═══ Data records ═══
/** One slanted edge: found, judged and measured. */
import { angleToPixels, phaseCycles } from '../charts/slant.js';
import { type Fault, InputError } from '../errors.js';
import { polynomialAt } from '../numeric/polynomial-fit.js';
import { type EdgeCurve, fitEdge } from './edge-line.js';
import { type EdgeSpread, edgeSpread } from './edge-spread.js';
import type { PixelRect, Plane } from './plane.js';
import { edgeWidthPx, lineSpread, sfrAt } from './sfr.js';
import { cutStrip, type EdgeGuess, fromStrip, narrowedTo, type Strip } from './strip.js';

/** What one edge shows. */
export interface MeasuredEdge {
  /** The middle of the measured part, on the edge. */
  x: number;
  y: number;
  /** Across the edge, from dark to bright: from +x toward +y, 0 up to 360. Frequencies count along it. */
  normalDeg: number;
  /** Of the edge against the nearest row or column of pixels, 0 to 45. */
  angleDeg: number;
  lengthPx: number;
  /** Ends of the measured part. */
  from: [x: number, y: number];
  to: [x: number, y: number];
  /** Spatial frequency response at a frequency in cycles a pixel along the normal. */
  sfr: (cyclesPerPixel: number) => number;
  /** 10 to 90 % of the step, along the normal. */
  edgeWidthPx: number | null;
  dark: number;
  bright: number;
  /** RMS of single pixels about the edge spread function. */
  noise: number;
}

/** What an edge must be, to be measured. */
export const EDGE_LIMITS = {
  /** Shorter edges give too few pixels for each quarter-pixel bin. */
  lengthPx: 20,
  /** The line spread function and its window need room. */
  halfWidthPx: 8,
  /** Straighter edges do not pass enough rows or columns to be sampled between the pixels. */
  angleDeg: 1.5,
  /** Times that the pixels along the edge run through all distances from it, gaps up to `gapPx` left aside:
   * see `phaseCycles`. */
  phaseCycles: 1,
  /** Gaps that the spline bridges: light that has come through a lens has no detail finer than a pixel. */
  gapPx: 0.5,
  /** Step over noise of a pixel. Below, the derivative is mostly noise. */
  stepOverNoise: 10,
  /** (bright - dark) / (bright + dark). */
  modulation: 0.05,
  /** Share of the pixels at the ends of the scale. */
  clippedShare: 0.01,
  /** RMS distance of the rows' centroids from the curve. */
  scatterPx: 1,
  /** Share of rows in which the edge is found. */
  foundShare: 0.8,
} as const;

/** Measure an edge.
 *
 * The edge is fitted by the centroids of its rows in three passes, the window around it getting narrower,
 * all pixels are projected along it into quarter-pixel bins, and the response is the transform of the
 * derivative under a Hamming window, corrected for derivative and bins. The frequency counts along the
 * edge's normal; along the rows of pixels it is f cos(angle).
 *
 * Source: ISO 12233:2017, e-SFR, in outline (from memory).
 * @param where  where to look; the edge may be up to half of `halfWidthPx` away. Narrowed to what fits
 *   between the borders of `bounds`
 * @param bounds only pixels in it are used
 * @throws {InputError} no edge, too short, too straight, clipped, too noisy, not one smooth line: with the
 *   limit and the value
 */
export function measureEdge(
  plane: Plane,
  where: EdgeGuess,
  bounds: PixelRect = wholeOf(plane),
): MeasuredEdge {
  const guess = narrowedTo(bounds, where);
  refuseSmall(guess);
  const strip = cutStrip(plane, guess, bounds);
  refuseClipped(strip);
  const coarse = fitEdge(strip, guess.halfWidthPx);
  if (coarse.foundShare < EDGE_LIMITS.foundShare)
    throw refusal(
      'shows no edge',
      `one in ${percent(coarse.foundShare)} of the rows`,
      `from ${percent(EDGE_LIMITS.foundShare)} up`,
    );
  const rough = edgeSpread(strip, coarse, guess.halfWidthPx, strip.halfRows);
  refuseFaint(rough);
  const reachPx = Math.min(guess.halfWidthPx, Math.max(5, 2 * (edgeWidthPx(rough) ?? guess.halfWidthPx)));
  const curve = fitEdge(strip, reachPx, fitEdge(strip, reachPx, coarse));
  refuseCrooked(curve);
  const ends = endsOf(strip, curve);
  const angleDeg = angleToPixels(ends.normalDeg);
  refuseStraight(angleDeg, ends.lengthPx);
  const spread = edgeSpread(strip, curve, guess.halfWidthPx, wholeCycles(curve));
  const line = lineSpread(spread);
  return {
    ...ends,
    angleDeg,
    sfr: (cyclesPerPixel) => sfrAt(line, cyclesPerPixel),
    edgeWidthPx: edgeWidthPx(spread),
    dark: spread.dark,
    bright: spread.bright,
    noise: spread.noise,
  };
}

export function wholeOf({ width, height }: Plane): PixelRect {
  return { x: 0, y: 0, width, height };
}

type Ends = Pick<MeasuredEdge, 'x' | 'y' | 'normalDeg' | 'lengthPx' | 'from' | 'to'>;

function endsOf(strip: Strip, { c, v0, halfRows, polarity }: EdgeCurve): Ends {
  const at = (t: number) => fromStrip(strip, polynomialAt(c, t), v0 + t * halfRows);
  const [from, middle, to] = [at(-1), at(0), at(1)];
  const slope = c[1] / halfRows;
  // the normal points toward +u: (1, -slope) in (u, v)
  const [nx, ny] = fromStrip(strip, polarity, -polarity * slope);
  const normalDeg = ((Math.atan2(ny, nx) * 180) / Math.PI + 360) % 360;
  return {
    x: middle[0],
    y: middle[1],
    normalDeg,
    lengthPx: Math.hypot(to[0] - from[0], to[1] - from[1]),
    from,
    to,
  };
}

/** Rows on either side of the middle in which the edge passes a whole number of columns, so that no distance
 * between pixel and edge occurs more often than another; all rows where it passes none, or so many that it
 * makes no difference. */
function wholeCycles({ c, halfRows }: EdgeCurve): number {
  const columns = 2 * Math.abs(c[1]);
  return columns >= 1 && columns < 12 ? (halfRows * Math.floor(columns)) / columns : halfRows;
}

function refuseSmall({ lengthPx, halfWidthPx }: EdgeGuess): void {
  if (lengthPx < EDGE_LIMITS.lengthPx)
    throw refusal('the edge is too short', `${lengthPx.toFixed(1)} px`, `from ${EDGE_LIMITS.lengthPx} px up`);
  if (halfWidthPx < EDGE_LIMITS.halfWidthPx)
    throw refusal(
      'the edge has too little room beside it',
      `${halfWidthPx.toFixed(1)} px`,
      `from ${EDGE_LIMITS.halfWidthPx} px up on either side`,
    );
}

/** A clipped value is 0 or 1 to the last bit. */
function refuseClipped({ values }: Strip): void {
  let clipped = 0;
  for (const value of values) if (value === 0 || value === 1) clipped++;
  const share = values.length === 0 ? 0 : clipped / values.length;
  if (share > EDGE_LIMITS.clippedShare)
    throw refusal(
      'the edge is clipped at black or white',
      `${percent(share)} of its pixels`,
      `up to ${percent(EDGE_LIMITS.clippedShare)}`,
      'Expose so that neither side reaches the end of the scale.',
    );
}

function refuseFaint({ dark, bright, noise }: EdgeSpread): void {
  const modulation = (bright - dark) / (bright + dark);
  if (!(bright > dark && modulation >= EDGE_LIMITS.modulation))
    throw refusal(
      'shows no edge',
      `a modulation of ${modulation.toFixed(3)}`,
      `from ${EDGE_LIMITS.modulation} up, (bright - dark) / (bright + dark)`,
    );
  const ratio = (bright - dark) / noise;
  if (ratio < EDGE_LIMITS.stepOverNoise)
    throw refusal(
      'the edge is too noisy',
      `a step of ${ratio.toFixed(1)} times the noise`,
      `from ${EDGE_LIMITS.stepOverNoise} times up`,
      'Average several pictures, or give more light.',
    );
}

function refuseCrooked({ scatterPx, foundShare }: EdgeCurve): void {
  if (scatterPx <= EDGE_LIMITS.scatterPx && foundShare >= EDGE_LIMITS.foundShare) return;
  throw refusal(
    'shows no single smooth edge',
    foundShare < EDGE_LIMITS.foundShare
      ? `one in ${percent(foundShare)} of the rows`
      : `${scatterPx.toFixed(2)} px between the rows' centroids and the curve through them`,
    `up to ${EDGE_LIMITS.scatterPx} px, in ${percent(EDGE_LIMITS.foundShare)} of the rows or more`,
  );
}

function refuseStraight(angleDeg: number, lengthPx: number): void {
  if (angleDeg < EDGE_LIMITS.angleDeg)
    throw refusal(
      'the edge is too straight',
      `${angleDeg.toFixed(2)} degrees against the pixels`,
      `from ${EDGE_LIMITS.angleDeg} degrees up`,
      'Turn the chart or the camera by about 5 degrees.',
    );
  const cycles = phaseCycles(angleDeg, lengthPx, EDGE_LIMITS.gapPx);
  if (cycles < EDGE_LIMITS.phaseCycles)
    throw refusal(
      angleDeg > 40 ? 'the edge is too steep' : 'the edge is too short for its angle',
      `at ${angleDeg.toFixed(2)} degrees over ${lengthPx.toFixed(0)} px its pixels run ${cycles.toFixed(2)} times through all distances from it`,
      `from ${EDGE_LIMITS.phaseCycles} time up`,
      'Choose a longer part of it, or turn it by a few degrees.',
    );
}

function refusal(message: string, found: string, allowed: string, advice?: string): InputError {
  const fault: Fault = { message, found, allowed };
  return new InputError(advice === undefined ? fault : { ...fault, advice });
}

function percent(share: number): string {
  return `${Number((100 * share).toPrecision(2))} %`;
}
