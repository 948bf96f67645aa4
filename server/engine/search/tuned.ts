import type { Candidate } from './candidate.ts';
import { closestOfFrame, withOffers, type AimedFrame } from './closest.ts';
import type { PreparedShelf } from './prepared-shelf.ts';
import type { SearchBrief } from './shelf.ts';
import { classStock, tunedClasses, tunedClassOf, tunedGrid } from './tuned-grid.ts';

/**
 * The tuned packs of frames: for every class whose resistors reach over all that the capacitor may
 * need, the pack nearest to the target at the capacitor's middle value.
 */
export function tunedPacks(
  aimed: readonly AimedFrame[],
  brief: SearchBrief,
  shelf: PreparedShelf,
): Candidate[] {
  return aimed.flatMap((frame) =>
    tunedClasses.flatMap((limit) => {
      const { offers } = classStock(shelf, limit, brief.quantity);
      const own = withOffers(frame, offers, brief);
      const closest = closestOfFrame(own, brief);
      if (closest === null || tunedClassOf(closest.timing) !== limit) return [];
      return tunedGrid(frame, limit, brief, shelf) === null ? [] : [closest];
    }),
  );
}
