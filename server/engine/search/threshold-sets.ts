import { nearestResistor } from './nearest-resistor.ts';
import { limits, idealThresholdOhms } from './rules.ts';
import { firstNotBelow, type ResistorValues } from './resistor-values.ts';
import type { SearchBrief, StockedComparator, StockedResistor } from './shelf.ts';

/** Three stocked resistors that set the thresholds; the same one thrice for equal thresholds. */
export interface ThresholdSet {
  r1: StockedResistor;
  r2: StockedResistor;
  r3: StockedResistor;
}

const swingLog = Math.LN2 * 2;
const setsKept = 3;

/**
 * The threshold sets a comparator may use for a brief, from resistors of 1 % or better of which the
 * shelf holds three for every kit. With a duty of one half, three of one SKU, nearest to the ideal
 * value, once among all of these and once among those of 0.1 % or better; with another duty, the
 * three sets nearest to the asked duty. Empty when there are none, or when the duty is outside
 * 5…95 %. What is found is kept in `known` by the ideal value in ohms.
 */
export function thresholdSets(
  values: ResistorValues,
  part: StockedComparator,
  brief: SearchBrief,
  known: Map<number, ThresholdSet[]> = new Map(),
): ThresholdSet[] {
  const ideal = idealThresholdOhms(part, brief);
  let sets = known.get(ideal);
  if (!sets) {
    sets = findSets(values, ideal, brief);
    known.set(ideal, sets);
  }
  return sets;
}

function findSets(values: ResistorValues, idealOhms: number, brief: SearchBrief): ThresholdSet[] {
  const { duty, quantity } = brief;
  if (isEqualDuty(duty)) return equalSets(values, idealOhms, quantity);
  if (duty < limits.minDuty || duty > limits.maxDuty) return [];
  return shiftedSets(values, idealOhms, duty, quantity);
}

/** Tells the resistors that may set thresholds: tight enough, and three of them for every kit. */
function maySetThresholds(tolerance: number, quantity: number) {
  return (part: StockedResistor) =>
    part.tolerance <= tolerance * (1 + 1e-9) && part.available >= 3 * quantity;
}

/** True for a duty so near one half that equal thresholds serve it. */
export function isEqualDuty(duty: number): boolean {
  return Math.abs(duty - 0.5) <= limits.equalDutyTolerance;
}

function equalSets(values: ResistorValues, idealOhms: number, quantity: number): ThresholdSet[] {
  const sets: ThresholdSet[] = [];
  for (const tolerance of [limits.thresholdTolerance, limits.preciseTolerance]) {
    const one = nearestResistor(values, idealOhms, maySetThresholds(tolerance, quantity));
    if (one !== null && sets[0]?.r1 !== one) sets.push({ r1: one, r2: one, r3: one });
  }
  return sets;
}

/** Duty of an ideal circuit with these three: ln(1+R2/R3) over the whole (model section 5). */
function idealDuty(set: ThresholdSet): number {
  const high = Math.log1p(set.r2.ohms / set.r3.ohms);
  const low = Math.log1p(set.r1.ohms / set.r3.ohms);
  return high / (high + low);
}

function shiftedSets(
  values: ResistorValues,
  idealOhms: number,
  duty: number,
  quantity: number,
): ThresholdSet[] {
  const passes = maySetThresholds(limits.thresholdTolerance, quantity);
  const sets: { set: ThresholdSet; miss: number }[] = [];
  const start = firstNotBelow(values.ohms, (idealOhms / 2) * (1 - 1e-12));
  for (let k = start; k < values.ohms.length && values.ohms[k]! <= 2 * idealOhms; k += 1) {
    for (const r3 of values.parts[k]!) {
      if (!passes(r3)) continue;
      const r1 = nearestResistor(values, r3.ohms * Math.expm1((1 - duty) * swingLog), passes)!;
      const r2 = nearestResistor(values, r3.ohms * Math.expm1(duty * swingLog), passes)!;
      const set = { r1, r2, r3 };
      const miss = Math.abs(idealDuty(set) - duty);
      if (miss <= limits.dutyTolerance) sets.push({ set, miss });
    }
  }
  sets.sort((a, b) => a.miss - b.miss || a.set.r3.id - b.set.r3.id);
  return sets.slice(0, setsKept).map((entry) => entry.set);
}
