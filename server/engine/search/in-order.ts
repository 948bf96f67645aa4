/**
 * Items in ascending order of a key, equals as they came. Sorts numbers natively and looks the items
 * up, which for tens of thousands is several times quicker than sorting by a comparison.
 */
export function inOrder<Item>(items: readonly Item[], keyOf: (item: Item) => number): Item[] {
  const keys = Float64Array.from(items, keyOf);
  const distinct = Float64Array.from(new Set(keys)).sort();
  const place = new Map<number, number>();
  distinct.forEach((key, k) => place.set(key, k));
  const groups: Item[][] = Array.from(distinct, () => []);
  items.forEach((item, k) => groups[place.get(keys[k]!)!]!.push(item));
  return groups.flat();
}
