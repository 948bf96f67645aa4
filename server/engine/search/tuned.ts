import { byCloseness, type Candidate } from './candidate.ts';
import { formCandidate, type AimedFrame } from './closest.ts';
import type { PreparedShelf } from './prepared-shelf.ts';
import type { SearchBrief } from './shelf.ts';
import { cheapestChoice } from './timing-choice.ts';
import { classOffers, gridAround, tunedClasses, tunedClassOf, tunedGrid } from './tuned-grid.ts';

/**
 * The tuned packs of frames: for every class whose resistors reach over all that the capacitor may
 * need, the pack nearest to the target at the capacitor's middle value.
 */
export function tunedPacks(
  aimed: readonly AimedFrame[],
  brief: SearchBrief,
  shelf: PreparedShelf,
): Candidate[] {
  const classes = tunedClasses.filter((limit) =>
    classOffers(shelf, limit, brief.quantity).some((parts) => parts.length > 0),
  );
  return aimed
    .filter(({ reaches }) => reaches)
    .flatMap((frame) =>
      classes.flatMap((limit) => {
        if (tunedGrid(frame, limit, brief, shelf) === null) return [];
        return nearestOnGrid(frame, limit, brief, shelf) ?? [];
      }),
    );
}

/** Null when the nearest is of a tighter class, which has it too. */
function nearestOnGrid(
  frame: AimedFrame,
  limit: number,
  brief: SearchBrief,
  shelf: PreparedShelf,
): Candidate | null {
  const stock = { ...frame.stock, offers: classOffers(shelf, limit, brief.quantity) };
  const found = gridAround(frame.head, frame.idealOhms, limit, brief, shelf).flatMap((place) => {
    const timing = cheapestChoice(stock, place);
    return (timing && formCandidate(frame, timing, brief)) ?? [];
  });
  const [nearest] = found.sort(byCloseness);
  return nearest && tunedClassOf(nearest.timing) === limit ? nearest : null;
}
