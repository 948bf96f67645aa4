import type { AimedFrame } from './closest.ts';
import { keptWith } from './kept-with.ts';
import type { Offers } from './timing-choice.ts';

/** The least tolerance among each value's offers; ∞ for none. */
const leastTolerances = keptWith((offers: Offers) =>
  Float64Array.from(offers, (parts) =>
    parts.reduce((least, part) => Math.min(least, part.tolerance), Number.POSITIVE_INFINITY),
  ),
);

/** The share of the first part in the relative change of entry `k`; 1 for one alone. */
export function firstShare({ stock: { table, offers } }: AimedFrame, k: number): number {
  if (table.second[k]! < 0) return 1;
  const ohms = table.ohms[k]!;
  const first = offers[table.first[k]!]![0]?.ohms ?? ohms;
  return table.parallel[k] === 1 ? ohms / first : first / ohms;
}

/** The least tolerance that parts for entry `k` can have together; ∞ where the shelf has none. */
export function leastTolerance(frame: AimedFrame, k: number, share: number): number {
  const { table, offers } = frame.stock;
  const tolerances = leastTolerances(offers);
  const first = tolerances[table.first[k]!]!;
  const secondAt = table.second[k]!;
  return secondAt < 0 ? first : share * first + (1 - share) * tolerances[secondAt]!;
}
═══
- Task prompt -
Some lines above hold the word "single". Copy all of them.

- Reply to the task -
  /** RMS of single pixels about the edge spread function. */
    'shows no single smooth edge',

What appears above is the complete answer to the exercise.